• _DATA FOR ANALYSIS_

● ● ●

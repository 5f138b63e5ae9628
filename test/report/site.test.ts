/**
 * The report site rendered from the hand-made fixtures (`test/fixtures/audit-result.ts`):
 * every file listed in issue 4 is written, the numbers on the page are the fixture's numbers
 * (rounded by hand below), every local link and asset resolves, and each page has one `<h1>`,
 * headings in order, landmarks and a skip link.
 */
import { existsSync, readFileSync, readdirSync, statSync } from 'node:fs';
import { mkdtemp, readdir, rm } from 'node:fs/promises';
import { tmpdir } from 'node:os';
import { dirname, join, relative } from 'node:path';
import { afterAll, beforeAll, describe, expect, it } from 'vitest';
import { buildCharts } from '../../src/charts/index.ts';
import { renderVersion } from '../../src/report/site.ts';
import { activityFixture } from '../fixtures/audit-result.ts';
import { buildFixtureSite } from '../browser/fixture-site.ts';
import type { FixtureSite } from '../browser/fixture-site.ts';

let tmp = '';
let site: FixtureSite;

function walk(dir: string): string[] {
  return readdirSync(dir).flatMap((name) => {
    const p = join(dir, name);
    return statSync(p).isDirectory() ? walk(p) : [p];
  });
}

const read = (p: string) => readFileSync(p, 'utf8');
/** Collapse whitespace between tags so a row can be matched in one pattern. */
const squash = (html: string) => html.replace(/>\s+</g, '><');
/** The table row holding `needle` (short failure messages instead of the whole page). */
function rowWith(html: string, needle: string): string {
  const at = html.indexOf(needle);
  if (at < 0) return `(no row with ${needle})`;
  return html.slice(html.lastIndexOf('<tr>', at), html.indexOf('</tr>', at) + 5);
}
/** The element that starts at `open` up to the first `close` after it. */
function slice(html: string, open: string, close: string): string {
  const at = html.indexOf(open);
  return at < 0 ? `(missing ${open})` : html.slice(at, html.indexOf(close, at) + close.length);
}

beforeAll(async () => {
  tmp = await mkdtemp(join(tmpdir(), 'lacuna-site-'));
  site = await buildFixtureSite(join(tmp, 'site'));
});

afterAll(async () => {
  if (tmp) await rm(tmp, { recursive: true, force: true });
});

describe('renderVersion writes every file of a version folder', () => {
  it('pages, downloads and one SVG per chart (issue 4 list), a page per dataset', () => {
    const { versionDir, result } = site.audits[0];
    for (const f of ['index.html', 'drift.html', 'compare.html', 'results.json', 'summary.csv', 'summary.md', 'summary.tex', 'references.bib', 'methods.md', 'methods.txt']) {
      expect(existsSync(join(versionDir, f)), f).toBe(true);
    }
    for (const ds of result.datasets) expect(existsSync(join(versionDir, 'datasets', ds.id, 'index.html')), ds.id).toBe(true);
    // The per-dataset "all measures" chart is left off the pages (the overview table holds its numbers).
    const chartIds = buildCharts(result).map((c) => c.id).filter((id) => !id.endsWith('--measures'));
    expect(chartIds.length).toBeGreaterThan(5);
    for (const id of chartIds) expect(existsSync(join(versionDir, 'figures', `${id}.svg`)), id).toBe(true);
    expect(existsSync(join(versionDir, 'figures', 'rig-a-2024-01--measures.svg'))).toBe(false);
    expect(JSON.parse(read(join(versionDir, 'results.json')))).toEqual(result);
  });

  it('writes no drift or comparison page when there is none (weights fixture)', () => {
    const { versionDir } = site.audits[1];
    expect(existsSync(join(versionDir, 'index.html'))).toBe(true);
    expect(existsSync(join(versionDir, 'drift.html'))).toBe(false);
    expect(existsSync(join(versionDir, 'compare.html'))).toBe(false);
  });

  it('writes only inside the target folder', async () => {
    const parent = await mkdtemp(join(tmpdir(), 'lacuna-target-'));
    try {
      await renderVersion({ result: activityFixture(), charts: [], comparison: null, versions: [] }, join(parent, 'staging'));
      expect(await readdir(parent)).toEqual(['staging']);
    } finally {
      await rm(parent, { recursive: true, force: true });
    }
  });

  it('writes the audit index, the latest/ forwarder, the site index and the assets', () => {
    const out = site.outDir;
    for (const f of ['index.html', 'assets/vega.min.js', 'assets/lacuna.css', 'assets/lacuna-charts.js', 'v1-rig-a/index.html', 'v1-rig-a/latest/index.html']) {
      expect(existsSync(join(out, f)), f).toBe(true);
    }
    const latest = read(join(out, 'v1-rig-a/latest/index.html'));
    expect(latest).toContain('<meta http-equiv="refresh" content="0; url=../2024-06-30T12-00-00Z/index.html">');
    expect(latest).toContain('<a href="../2024-06-30T12-00-00Z/index.html">');
    // Newest first: the fixture version (2024-06-30) before the made-up previous one (2024-05-31).
    const audit = read(join(out, 'v1-rig-a/index.html'));
    expect(audit.indexOf('2024-06-30T12-00-00Z')).toBeLessThan(audit.indexOf('2024-05-31T08-00-00Z'));
    expect(audit).toContain('[latest]');
  });
});

describe('the report page shows the fixture numbers with what they are', () => {
  it('overview table: one row per dataset, estimate with its interval, findings per level', () => {
    const html = squash(read(join(site.audits[0].versionDir, 'index.html')));
    const row1 = rowWith(html, '>rig-a-2024-01</a>');
    // rig-a-2024-01 population sparseness: estimate 0.4948261737… → 3 significant digits 0.495;
    // interval [0.4712, 0.5179] → [0.471, 0.518] (fixture).
    expect(row1).toContain('<th scope="row"><a href="datasets/rig-a-2024-01/index.html">rig-a-2024-01</a></th><td>rig A</td><td class="num">0.495<span class="ci">[0.471, 0.518]</span></td>');
    // Kurtosis of rig-a-2024-01: 4.4555 → 4.46 (the 4th digit 5 rounds up); [2.0412, 7.9903] → [2.04, 7.99].
    expect(row1).toContain('<td class="num">4.46<span class="ci">[2.04, 7.99]</span></td>');
    // Fixture findings of rig-a-2024-01: 2 exclude, 1 notice; no event measures (a dash).
    expect(row1).toContain('<td class="num">—</td><td class="findings-cell">2 exclude, 1 notice</td>');
    const row2 = rowWith(html, '>rig-a-2024-02</a>');
    // rig-a-2024-02 Hoyer has no interval: the estimate alone.
    expect(row2).toContain('<td class="num">0.551</td>');
    // Event-based measures get their own column: 0.8125 is exact in binary, a tie at 3 digits, and
    // ECMA-262 toPrecision picks the larger n on a tie → 0.813; [0.7904, 0.8336] → [0.790, 0.834].
    expect(html).toContain('<th scope="col" class="num">Population sparseness (event-based)</th>');
    expect(row2).toContain('<td class="num">0.813<span class="ci">[0.790, 0.834]</span></td>');
    // 2 datasets → 2 data rows (plus one month heading row each).
    expect(html.match(/<th scope="row"><a href="datasets\//g)?.length).toBe(2);
    // Method and level said once per column, not per row: kurtosis intervals are percentile (fixture).
    expect(html).toContain('<dt>Kurtosis</dt><dd>median over units of each unit’s excess kurtosis g2 across bins; interval: 95% percentile bootstrap.</dd>');
  });

  it('dataset page: each measure in words with n and excluded, and a measure without an interval says why', () => {
    const page = squash(read(join(site.audits[0].versionDir, 'datasets', 'rig-a-2024-01', 'index.html')));
    // n 5964, excluded 36 (fixture) for population sparseness.
    expect(page).toContain('<li>Population sparseness: 0.495, [0.471, 0.518] (95% BCa bootstrap, 2,000 resamples of blocks-of-bins, blocks of 12 bins (auto), seed 20240117); n = 5,964, excluded 36.');
    const weights = squash(read(join(site.audits[1].versionDir, 'datasets', 'mlp-checkpoint-40', 'index.html')));
    // density 0.4213 → 0.421; n 3392 → 3,392 (fixture).
    expect(weights).toContain('<li>Density: 0.421, no interval: every weight was read: no sampling interval; n = 3,392');
  });

  it('findings grouped by kind, those that can bias a number before routine ones', () => {
    const html = squash(read(join(site.audits[0].versionDir, 'index.html')));
    // Fixture: silent-bins (exclude, 36) and silent-units (exclude, 1) in rig-a-2024-01, session-join
    // (caution) in rig-a-2024-02, few-units (notice) in rig-a-2024-01.
    expect(rowWith(html, '>silent bins<')).toContain('<td class="num">36</td><td><a href="datasets/rig-a-2024-01/index.html">rig-a-2024-01</a> (36)</td>');
    const order = ['>silent bins<', '>session join<', '>few units<'].map((k) => html.indexOf(k));
    expect(order.every((x) => x > 0)).toBe(true);
    expect(order).toEqual([...order].sort((a, b) => a - b));
    // No internal code on the version page; the dataset page keeps it beside the words.
    expect(html).not.toContain('<code>silent-bins</code>');
    const page = squash(read(join(site.audits[0].versionDir, 'datasets', 'rig-a-2024-01', 'index.html')));
    expect(page).toContain('<code>bins 101–110</code>, <code>bins 3302–3327</code>');
  });

  it('header: version, tool, commit, and the provenance of every input with hash and size', () => {
    const { versionDir, result } = site.audits[0];
    const html = read(join(versionDir, 'index.html'));
    expect(html).toContain(`<code>${result.version}</code>`);
    expect(html).toContain('lacuna 0.1.0, Node v20.18.0');
    expect(html).toContain('<code>abc1234</code>');
    for (const f of result.inputs) {
      expect(html).toContain(`<code>${f.path}</code>`);
      expect(html).toContain(`<code class="hash">${f.sha256}</code>`);
    }
    // 576128 bytes = 562.6 KiB → "563 KiB" (one decimal only below 10); exact count beside it.
    expect(html).toContain('563 KiB<span class="exact"> (576,128 bytes)</span>');
    expect(html).toContain(`<code class="hash">${result.manifest.sha256}</code>`);
    expect(html).toContain('<code>bootstrap.seed</code></dt><dd><code>20240117</code>');
  });

  it('each chart is a figure with inline SVG, its Vega spec as inert JSON, and its description as caption', () => {
    const { versionDir, result } = site.audits[0];
    const perDataset = buildCharts(result).filter((c) => c.datasetId !== null && !c.id.endsWith('--measures'));
    for (const c of perDataset) {
      const html = read(join(versionDir, 'datasets', c.datasetId!, 'index.html'));
      const at = html.indexOf(`id="fig-${c.id}"`);
      expect(at, c.id).toBeGreaterThan(0);
      const fig = html.slice(at, html.indexOf('</figure>', at));
      expect(fig).toContain('<svg');
      expect(fig).toContain('<script type="application/json"');
      expect(fig).toContain(`<figcaption id="fig-${c.id}-cap">`);
    }
    const drift = read(join(versionDir, 'drift.html'));
    expect(drift).toContain('id="fig-drift--population-sparseness--rig-a"');
    expect(drift).toContain('Screening aid, not a verdict.');
  });

  it('cautions, methods, notes and downloads are on the page', () => {
    const html = read(join(site.audits[0].versionDir, 'index.html'));
    expect(html).toMatch(/Drift flags \(control-chart signals and trend tests\) are screening aids/);
    expect(html).toMatch(/Data from human participants may be published/);
    expect(html).toContain('Recorded on rig A; the May 2024 sessions used a new amplifier.');
    for (const f of ['results.json', 'summary.csv', 'summary.md', 'summary.tex', 'references.bib', 'methods.md']) expect(html).toContain(`<a href="${f}">`);
  });
});

describe('site-wide words come from _data/', () => {
  it('every page label of _data/labels.json heads its section on the version page', () => {
    const html = read(join(site.audits[0].versionDir, 'index.html'));
    const labels = JSON.parse(read('_data/labels.json')) as Record<string, string>;
    for (const [key, text] of Object.entries(labels)) expect(html, key).toMatch(new RegExp(`<h2 [^>]*>${text}</h2>`));
    // And the level meanings, from _data/levels.json.
    const levels = JSON.parse(read('_data/levels.json')) as { levels: Record<string, { meaning: string }> };
    for (const l of Object.values(levels.levels)) expect(html).toContain(l.meaning);
  });
});

describe('the comparison page shows only what changed', () => {
  it('a dataset whose estimates did not move gets one line, not a table of zeros', () => {
    // fixtureComparison: rig-a-2024-01 is `same` with a delta of 0; rig-a-2024-02 changed
    // (lifetime sparseness 0.7012 → 0.72717, +0.02597, intervals overlap).
    const html = squash(read(join(site.audits[0].versionDir, 'compare.html')));
    expect(html).not.toContain('<code>rig-a-2024-01</code>');
    expect(html).toContain('<p class="unchanged">The other dataset: no estimate changed.</p>');
    expect(rowWith(html, '>Lifetime sparseness<')).toContain('<td class="num">0.701</td><td class="num">0.727</td><td class="num">+0.0260</td>');
    expect(rowWith(html, '>Lifetime sparseness<')).toContain('<td>intervals overlap</td>');
    expect(html).toContain('<code>data/2024-02/session_2.csv</code>');
  });
});

describe('every page links only to files that exist, and loads nothing from the network', () => {
  it('local href/src targets resolve; no http(s) src; assets linked relatively', () => {
    const pages = walk(site.outDir).filter((p) => p.endsWith('.html'));
    // site index, 2 × (audit index + latest/), v1-rig-a: report, drift, compare, 2 dataset pages +
    // previous version's report, drift and 2 dataset pages; mlp-pruning: report and 1 dataset page
    expect(pages.length).toBe(16);
    for (const page of pages) {
      const html = read(page);
      for (const m of html.matchAll(/\s(href|src)="([^"]*)"/g)) {
        const [, attr, url] = m;
        if (url.startsWith('#') || url === 'data:,') continue;
        if (attr === 'src') expect(url, `${page}: ${url}`).not.toMatch(/^[a-z]+:/i);
        if (/^https?:/.test(url)) continue; // a link a reader may follow; never loaded by the page
        const target = join(dirname(page), decodeURIComponent(url.split('#')[0]));
        expect(existsSync(target), `${relative(site.outDir, page)} → ${url}`).toBe(true);
      }
      expect(html).toContain('<link rel="icon" href="data:,">');
    }
  });

  it('one h1, headings never skip a level going down, main landmark and skip link', () => {
    for (const page of walk(site.outDir).filter((p) => p.endsWith('.html'))) {
      const html = read(page);
      const levels = [...html.matchAll(/<h([1-6])[\s>]/g)].map((m) => Number(m[1]));
      expect(levels.filter((l) => l === 1).length, page).toBe(1);
      expect(levels[0], page).toBe(1);
      for (let i = 1; i < levels.length; i++) expect(levels[i] - levels[i - 1], `${page} heading ${i}`).toBeLessThanOrEqual(1);
      expect(html).toContain('<main id="main"');
      expect(html).toContain('<a class="skip-link" href="#main">');
      // Every table has a caption and its column headers a scope.
      const tables = html.match(/<table/g)?.length ?? 0;
      expect(html.match(/<caption/g)?.length ?? 0, page).toBe(tables);
      expect(html).not.toMatch(/<th(?=[\s>])(?![^>]*scope=)[^>]*>/);
    }
  });
});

● ● ●

Please reproduce, exactly as they appear above, the lines from the line containing "const chartIds = buildCharts(result).map((c)" up to and including the line containing "const out = site.outDir;".

• _ANSWER BOX_
    const chartIds = buildCharts(result).map((c) => c.id).filter((id) => !id.endsWith('--measures'));
    expect(chartIds.length).toBeGreaterThan(5);
    for (const id of chartIds) expect(existsSync(join(versionDir, 'figures', `${id}.svg`)), id).toBe(true);
    expect(existsSync(join(versionDir, 'figures', 'rig-a-2024-01--measures.svg'))).toBe(false);
    expect(JSON.parse(read(join(versionDir, 'results.json')))).toEqual(result);
  });

  it('writes no drift or comparison page when there is none (weights fixture)', () => {
    const { versionDir } = site.audits[1];
    expect(existsSync(join(versionDir, 'index.html'))).toBe(true);
    expect(existsSync(join(versionDir, 'drift.html'))).toBe(false);
    expect(existsSync(join(versionDir, 'compare.html'))).toBe(false);
  });

  it('writes only inside the target folder', async () => {
    const parent = await mkdtemp(join(tmpdir(), 'lacuna-target-'));
    try {
      await renderVersion({ result: activityFixture(), charts: [], comparison: null, versions: [] }, join(parent, 'staging'));
      expect(await readdir(parent)).toEqual(['staging']);
    } finally {
      await rm(parent, { recursive: true, force: true });
    }
  });

  it('writes the audit index, the latest/ forwarder, the site index and the assets', () => {
    const out = site.outDir;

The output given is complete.